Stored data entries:
***
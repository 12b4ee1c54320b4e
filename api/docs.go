package api

import (
	"net/http"
	"strings"

	"github.com/labstack/echo/v4"

	"regimed/api/swagger"
)

// docsRoutes are the paths of the page that shows the HTTP interface.
func (s *Server) docsRoutes() {
	files := map[string]swagger.File{}
	for _, f := range swagger.Files() {
		files[strings.TrimPrefix(f.Path, docsPath)] = f
	}
	s.get(docsPath, func(c echo.Context) error { return sendDocs(c, files[""]) })
	s.get(docsPath+"/:file", func(c echo.Context) error {
		f, ok := files["/"+c.Param("file")]
		if !ok {
			return problem(notFound, "The page has no file of this name.")
		}
		return sendDocs(c, f)
	})
}

const docsPath = "/docs"

// sendDocs answers a file of the page. A browser keeps it, and asks each time
// whether it still holds.
func sendDocs(c echo.Context, f swagger.File) error {
	h := c.Response().Header()
	h.Set(echo.HeaderContentSecurityPolicy, swagger.Policy)
	h.Set("Referrer-Policy", "no-referrer")
	h.Set(headerResourcePolicy, "same-origin")
	h.Set(echo.HeaderXFrameOptions, "DENY")
	h.Set(echo.HeaderCacheControl, cacheAsking)
	h.Set(headerETag, f.ETag)
	if holds(c.Request().Header.Values("If-None-Match"), f.ETag) {
		return c.NoContent(http.StatusNotModified)
	}
	return send(c, http.StatusOK, f.MediaType, f.Body)
}
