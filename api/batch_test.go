package api

import (
	"bufio"
	"bytes"
	"context"
	"fmt"
	"io"
	"log/slog"
	"net"
	"net/http"
	"net/http/httptest"
	"runtime"
	"strings"
	"testing"
	"time"

	"github.com/go-json-experiment/json"
	"github.com/go-json-experiment/json/jsontext"
	"github.com/klauspost/compress/gzip"
	"github.com/santhosh-tekuri/jsonschema/v6"

	"regimed/api/batch"
	"regimed/api/batch/batchtest"
)

// batchLine is a line of the output of a batch.
type batchLine struct {
	Line    int64          `json:"line"`
	ID      jsontext.Value `json:"id,omitzero"`
	Answer  jsontext.Value `json:"answer,omitzero"`
	Problem *Problem       `json:"problem,omitzero"`
	End     *batchEnd      `json:"end,omitzero"`
}

type batchEnd struct {
	State    string `json:"state"`
	Lines    int64  `json:"lines"`
	Answers  int64  `json:"answers"`
	Problems int64  `json:"problems"`
}

// batchLines reads an output, in which nothing may stand that is not known here.
func batchLines(t testing.TB, out io.Reader) []batchLine {
	t.Helper()
	var list []batchLine
	lines := bufio.NewScanner(out)
	lines.Buffer(nil, 1<<22)
	for lines.Scan() {
		var l batchLine
		if err := json.Unmarshal(lines.Bytes(), &l, json.RejectUnknownMembers(true)); err != nil {
			t.Fatalf("%v: %s", err, lines.Bytes())
		}
		list = append(list, l)
	}
	if err := lines.Err(); err != nil {
		t.Fatal(err)
	}
	return list
}

// callBatch sends a batch to the handler.
func callBatch(t testing.TB, h http.Handler, query, body string, headers ...string) *http.Response {
	t.Helper()
	r := httptest.NewRequest(http.MethodPost, "/v1/batch"+query, strings.NewReader(body))
	r.Header.Set("Content-Type", typeLines)
	for i := 0; i+1 < len(headers); i += 2 {
		r.Header.Set(headers[i], headers[i+1])
	}
	return serve(t, h, r)
}

// batchOf is the output of a batch that the server takes.
func batchOf(t testing.TB, h http.Handler, query, body string) []batchLine {
	t.Helper()
	r := callBatch(t, h, query, body)
	if r.StatusCode != http.StatusOK || r.Header.Get("Content-Type") != typeLines {
		t.Fatalf("status %d, %s: %s", r.StatusCode, r.Header.Get("Content-Type"), bodyOf(t, r))
	}
	return batchLines(t, r.Body)
}

func source(t testing.TB) *batchtest.Source {
	t.Helper()
	s, err := batchtest.New("../testdata/cases")
	if err != nil {
		t.Fatal(err)
	}
	return s
}

// oneLine is a text without its line breaks.
func oneLine(text string) string { return strings.Join(strings.Fields(text), " ") }

func TestBatchAnswers(t *testing.T) {
	body := "\uFEFF" + oneLine(riser) + "\r\n\n" +
		`{"id": "a 7", "case": ` + oneLine(riser) + "}\n" +
		`{"case": ` + oneLine(riser) + `, "id": -12}` + "\n" +
		`{"structure": {"kind": "cilinder"}}` + "\n" +
		oneLine(riser) // torn, and whole
	lines := batchOf(t, handler, "", body)
	if len(lines) != 6 {
		t.Fatalf("%d lines", len(lines))
	}
	want := string(bodyOf(t, call(t, http.MethodPost, "/v1/classify?what_if=false", oneLine(riser))))
	for i, l := range lines[:5] {
		if wanted := []int64{1, 3, 4, 5, 6}[i]; l.Line != wanted {
			t.Errorf("line %d where %d belongs", l.Line, wanted)
		}
		if i != 3 && string(l.Answer) != want {
			t.Errorf("line %d: %s", l.Line, l.Answer)
		}
		if wanted := []string{"", `"a 7"`, "-12", "", ""}[i]; string(l.ID) != wanted {
			t.Errorf("line %d: id %s", l.Line, l.ID)
		}
	}
	if p := lines[3].Problem; p == nil || p.Violations[0].Pointer != "/structure/kind" {
		t.Errorf("%+v", lines[3])
	}
	if e := lines[5].End; e == nil || *e != (batchEnd{"complete", 6, 4, 1}) {
		t.Errorf("%+v", lines[5])
	}
}

// Whatever POST /v1/classify says of a body, a line of a batch says.
func TestBatchProblemsAreThoseOfACase(t *testing.T) {
	var bodies []string
	for _, row := range badCases {
		bodies = append(bodies, row.body)
	}
	for _, row := range badBodies {
		bodies = append(bodies, row.body)
	}
	ran := 0
	for _, body := range bodies {
		line := strings.ReplaceAll(body, "\n", " ") // as a line must be
		if strings.Trim(line, " \t\r") == "" || strings.HasPrefix(line, "\uFEFF") {
			continue // passed over: a blank line, and a mark before the first one
		}
		lines := batchOf(t, handler, "", line+"\n")
		want := problemIn(t, call(t, http.MethodPost, "/v1/classify", strings.TrimSuffix(line, "\r")))
		if got := lines[0].Problem; got == nil || !sameProblem(t, *got, want) {
			t.Errorf("%.200s: %+v, want %+v", line, got, want)
		}
		ran++
	}
	if ran < 75 {
		t.Errorf("%d lines", ran)
	}
}

// sameProblem compares a problem of a line with one of a request, which names
// the request besides.
func sameProblem(t testing.TB, line, request Problem) bool {
	t.Helper()
	request.Instance = ""
	a, errA := json.Marshal(&line)
	b, errB := json.Marshal(&request)
	if errA != nil || errB != nil {
		t.Fatal(errA, errB)
	}
	return bytes.Equal(a, b)
}

// A case with something around it has its problems in their places in the line.
func TestBatchMembers(t *testing.T) {
	long := strings.Repeat("x", 199)
	rows := []struct {
		line, id string
		want     []string // pointers and codes; "" for none: an answer
	}{
		{`{"id": "x", "case": {"structure": {"kind": "cylinder", "diameter": "1 kg"}}}`, `"x"`, []string{"/case/structure/diameter wrong-dimension"}},
		{`{"id": "x", "case": 3}`, `"x"`, []string{"/case wrong-type"}},
		{`{"id": "x", "case": null}`, `"x"`, []string{"/case wrong-type"}},
		{`{"id": "x", "case": ` + oneLine(riser) + `, "note": 1}`, `"x"`, []string{"/note unknown-field"}},
		{`{"id": "x", "id": "y", "case": ` + oneLine(riser) + `}`, `"x"`, []string{"/id duplicate"}},
		{`{"case": ` + oneLine(riser) + `, "case": {}}`, ``, []string{"/case duplicate"}},
		{`{"id": {"a": 1}, "case": ` + oneLine(riser) + `}`, ``, []string{"/id wrong-type"}},
		{`{"id": null, "case": ` + oneLine(riser) + `}`, ``, []string{"/id wrong-type"}},
		{`{"id": 1.5, "case": ` + oneLine(riser) + `}`, ``, []string{"/id wrong-type"}},
		{`{"id": 9007199254740993, "case": ` + oneLine(riser) + `}`, ``, []string{"/id wrong-type"}},
		{`{"id": "` + long + `", "case": ` + oneLine(riser) + `}`, ``, []string{"/id out-of-range"}},
		{`{"id": 1.5, "case": {"structure": {"kind": "cylinder", "diameter": "1 kg"}}}`, ``, []string{"/case/structure/diameter wrong-dimension", "/id wrong-type"}},
		{`{"id": "x", "structure": {"kind": "cylinder"}}`, `"x"`, []string{"/id unknown-field"}},
		{`{"\u0063ase": ` + oneLine(riser) + `, "\u0069d": "é"}`, `"é"`, nil},
		{`{"id": 9007199254740992, "case": ` + oneLine(riser) + `}`, `9007199254740992`, nil},
		{`{"id": "", "case": ` + oneLine(riser) + `}`, `""`, nil},
	}
	for _, row := range rows {
		l := batchOf(t, handler, "?fields=kind", row.line)[0]
		if string(l.ID) != row.id || (l.Answer != nil) != (row.want == nil) {
			t.Errorf("%s: %+v", row.line, l)
			continue
		}
		var got []string
		if l.Problem != nil {
			for _, v := range l.Problem.Violations {
				got = append(got, v.Pointer+" "+string(v.Code))
			}
		}
		if fmt.Sprint(got) != fmt.Sprint(row.want) {
			t.Errorf("%s: %v, want %v", row.line, got, row.want)
		}
	}
	if len(rows) != 16 {
		t.Errorf("%d rows", len(rows))
	}
	torn := batchOf(t, handler, "", `{"id": "x", "case": {"structure": {"kind`)[0]
	if p := torn.Problem; string(torn.ID) != `"x"` || p == nil || p.Type != malformedJSON.URI() || *p.Offset < 30 || !strings.HasPrefix(p.Place, "/case/structure") {
		t.Errorf("torn: %+v", torn)
	}
}

// A hundred thousand lines, one among a hundred broken in one of eight ways:
// each is answered, in order, and each broken one says what is wrong with it, as
// POST /v1/classify does. Answers go on the wire while lines still arrive.
func TestBatchOfManyLines(t *testing.T) {
	const n = 100_000
	limited := New(Config{BodyLimit: batchtest.Limit}).Handler()
	server := httptest.NewServer(limited)
	defer server.Close()
	src := source(t)
	r, err := http.NewRequest(http.MethodPost, server.URL+"/v1/batch?fields=title,kind", src.Reader(n))
	if err != nil {
		t.Fatal(err)
	}
	r.Header.Set("Content-Type", typeLines)
	answer, err := server.Client().Do(r)
	if err != nil {
		t.Fatal(err)
	}
	defer answer.Body.Close()
	lines := bufio.NewScanner(answer.Body)
	lines.Buffer(nil, 1<<20)
	types := map[string]int{}
	number, problems := int64(0), int64(0)
	var room []byte
	for number < n && lines.Scan() {
		number++
		var broken bool
		room, broken = src.Append(room[:0], number)
		if broken {
			problems++
			types[checkBrokenLine(t, limited, number, room, lines.Bytes())]++
			continue
		}
		answer, found := bytes.CutPrefix(bytes.TrimSuffix(lines.Bytes(), []byte("}")), fmt.Appendf(nil, `{"line":%d,"answer":`, number))
		if !found || !bytes.Contains(answer, []byte(batchtest.Title(number)+`"`)) {
			t.Fatalf("line %d: %s", number, lines.Bytes())
		}
		if number%1000 != 1 {
			continue
		}
		if want := bodyOf(t, classifyWith(t, limited, "?fields=title,kind", room)); !bytes.Equal(want, answer) {
			t.Errorf("line %d: %s, want %s", number, answer, want)
		}
	}
	end := fmt.Sprintf(`{"end":{"state":"complete","lines":%d,"answers":%d,"problems":%d}}`, n, n-n/100, n/100)
	if number != n || problems != n/100 || !lines.Scan() || lines.Text() != end || lines.Scan() || lines.Err() != nil {
		t.Errorf("%d lines, %d problems, %v, %s", number, problems, lines.Err(), lines.Text())
	}
	if fmt.Sprint(types) != fmt.Sprint(map[string]int{malformedJSON.URI(): 250, tooLarge.URI(): 125, invalidCase.URI(): 625}) {
		t.Errorf("types: %v", types)
	}
}

func classifyWith(t testing.TB, h http.Handler, query string, body []byte) *http.Response {
	t.Helper()
	r := httptest.NewRequest(http.MethodPost, "/v1/classify"+query, bytes.NewReader(body))
	r.Header.Set("Content-Type", "application/json")
	return serve(t, h, r)
}
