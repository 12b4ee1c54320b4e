package api

import (
	"bytes"
	"encoding/xml"
	"errors"
	"image/png"
	"io"
	"math"
	"net/http"
	"net/http/httptest"
	"strings"
	"testing"
	"time"

	"github.com/go-json-experiment/json"
)

// rodMap is a request for a map of a rod in a wind whose speed is uncertain.
const rodMap = `{"case": {"title": "Rod", "structure": {"kind": "cylinder", "diameter": "0.2 m", "length": "5 m", "mass_per_length": "20 kg/m", "frequency_dry": "3 Hz", "damping_ratio": 0.0005},
	"fluid": "air", "flow": {"speed": "3 m/s +- 0.3 m/s", "direction": "cross"}},
	"x": {"input": "flow.speed", "from": "1 m/s", "to": "10 m/s", "spacing": "log"}, "y": "structure.frequency_dry=0.5..20 Hz:log", "width": 120}`

// A map comes in the form that the query names, else in the one that the client
// likes best, else as SVG.
func TestFormsOfAMap(t *testing.T) {
	rows := []struct{ query, accept, want string }{
		{"", "", "image/svg+xml"},
		{"", "*/*", "image/svg+xml"},
		{"", "image/png", "image/png"},
		{"", "image/svg+xml;q=0.5, image/png;q=0.9", "image/png"},
		{"", "application/json", typeJSON},
		{"", "text/html", "image/svg+xml"},
		{"?format=png", "application/json", "image/png"},
		{"?format=svg", "image/png", "image/svg+xml"},
		{"?format=json", "", typeJSON},
	}
	for _, r := range rows {
		answer := call(t, http.MethodPost, "/v1/map"+r.query, rodMap, "Accept", r.accept)
		body := bodyOf(t, answer)
		if answer.StatusCode != http.StatusOK || answer.Header.Get("Content-Type") != r.want || answer.Header.Get("Vary") != "Accept" {
			t.Errorf("%s, Accept %s: status %d, %s", r.query, r.accept, answer.StatusCode, answer.Header.Get("Content-Type"))
		}
		if err := decodes(r.want, body); err != nil {
			t.Errorf("%s, Accept %s: %v", r.query, r.accept, err)
		}
	}
	if len(rows) != 9 {
		t.Errorf("ran %d rows", len(rows))
	}
}

// decodes reads a body as what it says that it is.
func decodes(mediaType string, body []byte) error {
	switch mediaType {
	case "image/png":
		_, err := png.Decode(bytes.NewReader(body))
		return err
	case "image/svg+xml":
		d := xml.NewDecoder(bytes.NewReader(body))
		for {
			if _, err := d.Token(); errors.Is(err, io.EOF) {
				return nil
			} else if err != nil {
				return err
			}
		}
	}
	return json.Unmarshal(body, new(MapRecord))
}

func TestMapAsPolygons(t *testing.T) {
	var m MapRecord
	if err := json.Unmarshal(bodyOf(t, call(t, http.MethodPost, "/v1/map?format=json", rodMap)), &m); err != nil {
		t.Fatal(err)
	}
	if m.Title != "Rod" || m.Kind != "cylinder" || m.X != (MapAxisRecord{"flow.speed", 1, 10, "m/s", "log"}) || m.Y.Input != "structure.frequency_dry" || m.Y.To != 20 {
		t.Errorf("%q, %q, x %v, y %v", m.Title, m.Kind, m.X, m.Y)
	}
	if m.Point == nil || m.Point.X != 3 || m.Point.Y != 3 || m.Point.Class == nil {
		t.Errorf("point %v", m.Point)
	}
	share, points := 0.0, 0
	for _, r := range m.Regions {
		share += r.Share
		for _, ring := range r.Rings {
			for _, p := range ring {
				points++
				if len(p) != 2 || p[0] < 1 || p[0] > 10 || p[1] < 0.5 || p[1] > 20 {
					t.Errorf("vertex %v", p)
				}
			}
		}
		if r.Class == nil || r.Title == "" {
			t.Errorf("region %v, %q", r.Class, r.Title)
		}
	}
	if math.Abs(share-1) > 1e-9 || points < 8 || len(m.Regions) < 2 || len(m.Lines) == 0 {
		t.Errorf("%d regions with %d points cover %v; %d lines", len(m.Regions), points, share, len(m.Lines))
	}
	if m.Cloud == nil || m.Cloud.Draws != 200 || len(m.Cloud.Points) < 190 || math.Abs(*m.Cloud.Box["x"][0]-(3-1.6448536*0.3)) > 1e-6 {
		t.Errorf("cloud %v", m.Cloud)
	}
}

// What is wrong with a request for a map is located in it, all at once.
func TestMapsRefused(t *testing.T) {
	rod, _, _ := strings.Cut(rodMap, `"x":`)
	axis := func(x string) string { return rod + `"x": ` + x + `, "y": {"input": "structure.diameter"}}` }
	rows := []struct{ body, at string }{
		{`{}`, "/case /x /y"},
		{`{"case": {"structure": {"kind": "cylinder", "diameter": "1 kg"}}, "x": {"input": "flow.speed"}}`, "/case/structure/diameter /y"},
		{axis(`{"input": "flow.speed", "from": "1 kg", "to": "2 s"}`), "/x/from /x/to"},
		{axis(`{"input": "flow.sped"}`), "/x/input"},
		{axis(`{"input": "flow.speed", "points": 3}`), "/x/points"},
		{axis(`{"input": "structure.diameter"}`), "/y"},
		{axis(`"flow.speed=1..2 m/s:cubic"`), "/x"},
		{axis(`{"input": "flow.speed"}, "width": 5`), "/width"},
		{axis(`{"input": "flow.speed"}, "width": "12 cm"`), "/width"},
		{axis(`{"input": "flow.speed"}, "hight": 5`), "/hight"},
		{axis(`{"input": "fluid.temperature", "from": "-200 degC", "to": "-190 degC"}`), "/case/fluid/temperature"},
	}
	for _, r := range rows {
		answer := call(t, http.MethodPost, "/v1/map", r.body)
		p := problemIn(t, answer)
		var at []string
		for _, v := range p.Violations {
			at = append(at, v.Pointer)
		}
		if answer.StatusCode != http.StatusUnprocessableEntity || p.Type != "/problems/invalid-case" || strings.Join(at, " ") != r.at {
			t.Errorf("%s: status %d, %s at %s, want %s", r.body, answer.StatusCode, p.Type, at, r.at)
		}
	}
	if len(rows) != 11 {
		t.Errorf("ran %d rows", len(rows))
	}
	if p := problemIn(t, call(t, http.MethodPost, "/v1/map?format=pdf&widht=3", rodMap)); p.Type != "/problems/invalid-query" || len(p.Violations) != 2 {
		t.Errorf("query: %s, %v", p.Type, p.Violations)
	}
	if answer := call(t, http.MethodPost, "/v1/map", `{"case": `); answer.StatusCode != http.StatusBadRequest {
		t.Errorf("no JSON: status %d", answer.StatusCode)
	}
}

// A map that is not ready in time is a problem that says so.
func TestMapTakesTooLong(t *testing.T) {
	server := New(Config{WriteTimeout: time.Nanosecond}).Handler()
	r := httptest.NewRequest(http.MethodPost, "http://127.0.0.1:8610/v1/map", strings.NewReader(rodMap))
	r.Header.Set("Content-Type", "application/json")
	answer := serve(t, server, r)
	if p := problemIn(t, answer); answer.StatusCode != http.StatusServiceUnavailable || p.Type != "/problems/answer-took-too-long" {
		t.Errorf("status %d, %s", answer.StatusCode, p.Type)
	}
}

// Maps and their problems hold against the contract.
func TestMapsHoldAgainstTheContract(t *testing.T) {
	doc, router := contract(t)
	strict := strictSchemas(t)
	op := doc.Paths.Value("/v1/map").Post
	for _, row := range []struct{ query, body string }{{"", rodMap}, {"?format=json", rodMap}, {"", `{}`}, {"?format=pdf", rodMap}} {
		r := httptest.NewRequest(http.MethodPost, "http://127.0.0.1:8610/v1/map"+row.query, strings.NewReader(row.body))
		r.Header.Set("Content-Type", "application/json")
		strict.check(t, op, checkAgainst(t, router, r))
	}
}
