package api

import (
	"github.com/go-json-experiment/json/jsontext"

	"regimed/regime/group"
	"regimed/regime/input"
	"regimed/regime/kind"
	"regimed/regime/similar"
)

// ScalingRecord is a scaling as it is sent.
type ScalingRecord struct {
	Engine      EngineRecord           `json:"engine"`
	Consistent  bool                   `json:"consistent"` // every group that was to be kept can be
	Factors     []FactorRecord         `json:"factors"`
	Quantities  []ScaledQuantityRecord `json:"quantities"`
	Keep        []KeepRecord           `json:"keep"`
	Exclusions  []ExclusionRecord      `json:"exclusions"`
	Assumptions []RuleRecord           `json:"assumptions"`
	Fields      []ScaledFieldRecord    `json:"fields"`
	Case        jsontext.Value         `json:"case"`
	Violations  []ViolationItem        `json:"violations"`
	Comparison  *ComparisonRecord      `json:"comparison"`
	Notes       []NoteRecord           `json:"notes"`
}

// FactorRecord is an independent scale factor.
type FactorRecord struct {
	ID        string         `json:"id"`
	Symbol    string         `json:"symbol"`
	Title     string         `json:"title"`
	Value     *float64       `json:"value"`
	Formula   string         `json:"formula"`
	Exponents OrderedMembers `json:"exponents"`
	Origin    string         `json:"origin"`
	Rule      string         `json:"rule,omitzero"`
}

// ScaledQuantityRecord is the factor of a quantity.
type ScaledQuantityRecord struct {
	ID        string         `json:"id"`
	Title     string         `json:"title"`
	Value     *float64       `json:"value"`
	Formula   string         `json:"formula"`
	Exponents OrderedMembers `json:"exponents"`
	RestsOn   []string       `json:"rests_on"`
}

// KeepRecord is a group that was to be kept.
type KeepRecord struct {
	ID     string   `json:"id"`
	Symbol string   `json:"symbol"`
	Title  string   `json:"title"`
	Held   bool     `json:"held"`
	Factor *float64 `json:"factor"`
	Judged *float64 `json:"judged"`
}

// ExclusionRecord is a smallest set of groups that exclude each other.
type ExclusionRecord struct {
	LetGo    string            `json:"let_go"`
	Groups   []DeviationRecord `json:"groups"`
	Remedies []RemedyRecord    `json:"remedies"`
}

// DeviationRecord is by how much a group of such a set would be distorted if the
// others were kept.
type DeviationRecord struct {
	ID      string   `json:"id"`
	Factor  *float64 `json:"factor"`
	Formula string   `json:"formula"`
}

// RemedyRecord is what a factor would have to be for the set to be kept.
type RemedyRecord struct {
	Factor  string   `json:"factor"`
	Now     *float64 `json:"now"`
	Needed  *float64 `json:"needed"`
	Formula string   `json:"formula"`
	Change  *float64 `json:"change"`
}

// RuleRecord is an assumption, with the factors that rest on it.
type RuleRecord struct {
	ID       string   `json:"id"`
	Sentence string   `json:"sentence"`
	Factors  []string `json:"factors"`
}

// ScaledFieldRecord is a quantity of the case with that of the model.
type ScaledFieldRecord struct {
	Pointer   string   `json:"pointer"`
	Quantity  string   `json:"quantity"`
	Unit      string   `json:"unit"`
	Prototype *float64 `json:"prototype"`
	Model     *float64 `json:"model"`
	Factor    *float64 `json:"factor"`
}

// NoteRecord is something that a reader of a scaling should know.
type NoteRecord struct {
	Pointer  string `json:"pointer"`
	Code     string `json:"code"`
	Sentence string `json:"sentence"`
}

// NewScalingRecord makes the record of a scaling.
func NewScalingRecord(s *similar.Scaling) *ScalingRecord {
	r := &ScalingRecord{
		Engine: engineRecord(), Consistent: len(s.Exclusions) == 0,
		Keep: []KeepRecord{}, Exclusions: []ExclusionRecord{}, Assumptions: []RuleRecord{}, Fields: []ScaledFieldRecord{},
		Case: similar.AppendCase(nil, s.Model.Case), Violations: []ViolationItem{}, Notes: noteRecords(s.Notes),
	}
	for i := range s.Factors {
		r.Factors = append(r.Factors, factorRecord(&s.Factors[i]))
	}
	for i := range s.Quantities {
		r.Quantities = append(r.Quantities, scaledQuantity(&s.Quantities[i]))
	}
	for i := range s.Groups {
		k := &s.Groups[i]
		d := group.Of(k.Group)
		r.Keep = append(r.Keep, KeepRecord{ID: d.ID, Symbol: d.Symbol, Title: d.Title, Held: k.Held, Factor: number(k.Factor), Judged: number(k.Judged)})
	}
	for i := range s.Exclusions {
		r.Exclusions = append(r.Exclusions, exclusionRecord(&s.Exclusions[i]))
	}
	for _, rule := range s.Rules {
		r.Assumptions = append(r.Assumptions, RuleRecord{ID: rule.ID, Sentence: rule.Sentence, Factors: restingOn(s, rule)})
	}
	for i := range s.Model.Fields {
		r.Fields = append(r.Fields, scaledField(&s.Model.Fields[i]))
	}
	for _, v := range s.Model.Violations {
		r.Violations = append(r.Violations, violationItem(v))
	}
	if s.Comparison != nil {
		r.Comparison = NewComparisonRecord(s.Comparison)
	}
	return r
}

func violationItem(v input.Violation) ViolationItem {
	return ViolationItem{Pointer: v.Pointer, Code: v.Code, Detail: v.Sentence, Value: received(v.Value)}
}

func noteRecords(notes []kind.Warning) []NoteRecord {
	list := []NoteRecord{}
	for _, n := range notes {
		list = append(list, NoteRecord(n))
	}
	return list
}

func factorRecord(f *similar.Solved) FactorRecord {
	d := similar.FactorOf(f.Factor)
	r := FactorRecord{ID: d.ID, Symbol: d.Symbol, Title: d.Title, Value: number(f.Value), Formula: f.Powers.Formula(), Exponents: exponents(f.Powers), Origin: f.Origin.String()}
	if f.Rule != nil {
		r.Rule = f.Rule.ID
	}
	return r
}

// exponents lists the exponents that are not zero.
func exponents(p similar.Powers) OrderedMembers {
	list := OrderedMembers{}
	for f := range similar.FactorCount {
		if e := p.Exponent(f); e != "0" {
			list = list.with(similar.FactorOf(f).ID, e)
		}
	}
	return list
}

func scaledQuantity(q *similar.Quantity) ScaledQuantityRecord {
	r := ScaledQuantityRecord{ID: q.ID, Title: q.Title, Value: number(q.Value), Formula: q.Powers.Formula(), Exponents: exponents(q.Powers), RestsOn: []string{}}
	for _, f := range q.Rests {
		r.RestsOn = append(r.RestsOn, similar.FactorOf(f).ID)
	}
	return r
}

func exclusionRecord(x *similar.Exclusion) ExclusionRecord {
	r := ExclusionRecord{LetGo: group.Of(x.Group).ID, Remedies: []RemedyRecord{}}
	for _, d := range x.Groups {
		r.Groups = append(r.Groups, DeviationRecord{ID: group.Of(d.Group).ID, Factor: number(d.Factor), Formula: d.Powers.Formula()})
	}
	for _, m := range x.Remedies {
		r.Remedies = append(r.Remedies, RemedyRecord{Factor: similar.FactorOf(m.Factor).ID, Now: number(m.Now), Needed: number(m.Needed), Formula: m.Powers.Formula(), Change: number(m.Change)})
	}
	return r
}

// restingOn lists the factors that a rule settled.
func restingOn(s *similar.Scaling, rule *similar.Rule) []string {
	list := []string{}
	for i := range s.Factors {
		if s.Factors[i].Rule == rule {
			list = append(list, similar.FactorOf(s.Factors[i].Factor).ID)
		}
	}
	return list
}

func scaledField(f *similar.ScaledField) ScaledFieldRecord {
	return ScaledFieldRecord{Pointer: f.Place.Pointer(), Quantity: f.Quantity, Unit: f.Kind.SI(), Prototype: number(f.Prototype), Model: number(f.Model), Factor: number(f.Model / f.Prototype)}
}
***
WHAT IS BEING ASKED: Search the data for the string "else" and copy each line where it appears.

ANSWER:
// A map comes in the form that the query names, else in the one that the client
// likes best, else as SVG.
			} else if err != nil {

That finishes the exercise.